I want to focus on weddings and portrait photography.
Any help regarding how to drive traffic to the website will be helpful.

Thanks in advance.


----------



## AmberAtLoveAndInk (Apr 14, 2014)

I think there a few things that need work on this site. 

The most important, there aren't ANY pictures. I only saw 1 and it was of a guitar player and the image was kind of noisy. I would NEVER hire someone to photograph my wedding if they didn't have any work to show me. Not saying you need to have wedding images before you book a wedding, obviously you have to start somewhere, but potential clients looking on your site cant see your style, your image quality or anything because YOU HAVE NO IMAGES. 

My advice, do NOT offer wedding services until you get a handle on some portrait shoots and have work to show clients. 

Also another BIG problem your website has, the grammar and sentence structure is way off. I don't know if you originate from another country but if you do, get a fluent English speaking friend to help you with the wording in the site, if you do speak English than you need to re-read everything and look on other's sites to see some examples of professional sounding sites.


----------



## tirediron (Apr 14, 2014)

Thoughts in general:
-I NEVER promise a set number of images, rather I use phrases such as "up to" or "approximately" so that if something does go wrong, I'm not forced to deliver something I really don't have.  

-WHY are you providing images that are not fully enhanced?  The client should NEVER see anything that isn't your absolute best product.  Fewer, better images are ALWAYS better than lots of mediocre ones.

-Why is there no option for prints?  I realize most people do want digital files, BUT prints are where you make money!

-A lot of your pages seem to direct me to contact you, including your 'about' page.  I would really try and get a little more content.  People's attention spans are short, and if they can't find what they want, and what most people want is prices, they're likely to move on.  

-You have some nice images, but there is inconsistency in the processing, especially in the white balance.  One of the most important aspects of your portfolio is a 'look' or 'style' so that people know that is your work.


----------



## Steve5D (Apr 14, 2014)

There's not a single thing about your website that would compel me to hire you. Seriously, not a single thing.

There are no photos. None. I don't know what others are looking at, but I didn't see a single image. You're offering photography services, for Pete's sake. You _need _to show examples of your work. You think there's a "lack of photos"?? Yeah, I'd be in strong agreement with that.

Are you in India? Would Hindi be a better choice for the text?

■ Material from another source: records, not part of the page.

import { plottingPosition } from './chance'
import { byStakePerHour, greedyOrder } from './greedy-order'
import { orderFigures, type OrderFigures } from './order-figures'
import { PLANT, type PlanProblem } from './problem'
import { createTimeline, type Timeline } from './timeline'
import { firstPlantingHour } from './worth'

/**
 * Chance of being planted before rain under which a field counts as unlikely: under 1 in 5, which the weather service
 * calls a 'slight chance'. A setting.
 */
export const UNLIKELY_BELOW = 0.2

/**
 * First version of the order: the best of a few that are quickly made, by the mean worth of what they get planted
 * before rain. Two are greedy by what a planter hour saves (greedy-order.ts); three are what a person would try: most
 * money per planter hour first, nearest first, driest first. In each, fields that are unlikely before rain go behind
 * the others. When two are worth the same the one named first is taken. It is no search: a later version improves on it.
 *
 * @returns fields in the order to do them
 */
export function rankFields(problem: PlanProblem): number[] {
  const timeline = createTimeline(problem.fields.length)
  const tried = [greedyOrder(problem, 'planter'), greedyOrder(problem, 'every machine'), byStakePerHour(problem), nearestFirst(problem), driestFirst(problem)]
    .map((made) => {
      const list = unlikelyLast(problem, made, timeline)
      return { list, totalUsd: totalWorthUsd(orderFigures(problem, list, timeline)) }
    })
  return tried.reduce((most, order) => order.totalUsd > most.totalUsd + CENT ? order : most).list
}

/** Less than this is rounding, not worth. */
const CENT = 0.01

/** Mean worth of all fields whose worth is known, $. */
export function totalWorthUsd({ worthUsd }: OrderFigures): number {
  return worthUsd.reduce((sum, usd) => Number.isNaN(usd) ? sum : sum + usd, 0)
}

/** From where the planter stands, always to the nearest field that is left. */
export function nearestFirst(problem: PlanProblem): number[] {
  const left = problem.fields.map((_, field) => field)
  const planter = problem.machines.find(machine => machine.pass === PLANT)
  if (!planter) return left
  const list: number[] = []
  while (left.length > 0) {
    const at = list.at(-1)
    const hours = (field: number) => at === undefined ? planter.firstMoveHours[field]! : planter.moveHours[at * problem.fields.length + field]!
    const next = left.reduce((nearest, field) => hours(field) < hours(nearest) ? field : nearest)
    left.splice(left.indexOf(next), 1)
    list.push(next)
  }
  return list
}

/** By the hour in which they may first be planted, mean over the runs. */
export function driestFirst(problem: PlanProblem): number[] {
  const first = problem.fields.map(({ ground }) => {
    let hours = 0
    for (let run = 0; run < problem.runs; run++) hours += Math.min(problem.hours, firstPlantingHour(problem, run, ground))
    return hours
  })
  return problem.fields.map((_, field) => field).sort((a, b) => first[a]! - first[b]! || a - b)
}

/** The same order with the fields that are unlikely before rain behind the others, whose chances can only gain by it. */
export function unlikelyLast(problem: PlanProblem, list: readonly number[], timeline: Timeline = createTimeline(problem.fields.length)): number[] {
  const { doneRuns } = orderFigures(problem, list, timeline)
  const likely = (field: number) => plottingPosition(doneRuns[field]!, problem.runs) >= UNLIKELY_BELOW
  return [...list.filter(likely), ...list.filter(field => !likely(field))]
}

Bottom line, there's nothing about your website which would make someone want to hire you. If you want to be hired, that'll become an issue...


----------



## Steve5D (Apr 14, 2014)

tirediron said:


> -You have some nice images....



Where???


----------



## nathfromslg (Apr 14, 2014)

Apologies if slider on the pages are not opening when visited from computer/laptop its working fine on mobile/tablet

using soliloquoy , dont know what happened


----------



## Steve5D (Apr 14, 2014)

nathfromslg said:


> Apologies if slider on the pages are not opening when visited from computer/laptop its working fine on mobile/tablet
> d



Okay, so your website instantly alienates an enormous potential customer base: people who use computers.

You sure that's the way you wanna' go?

Look at my initial reaction: I'm looking at what is, allegedly, a photography website, and it has no pictures. Ergo, it's not a photography website.

If I'm looking to hire a photographer, considering that I see no photos on your website, why would I ever consider hiring you?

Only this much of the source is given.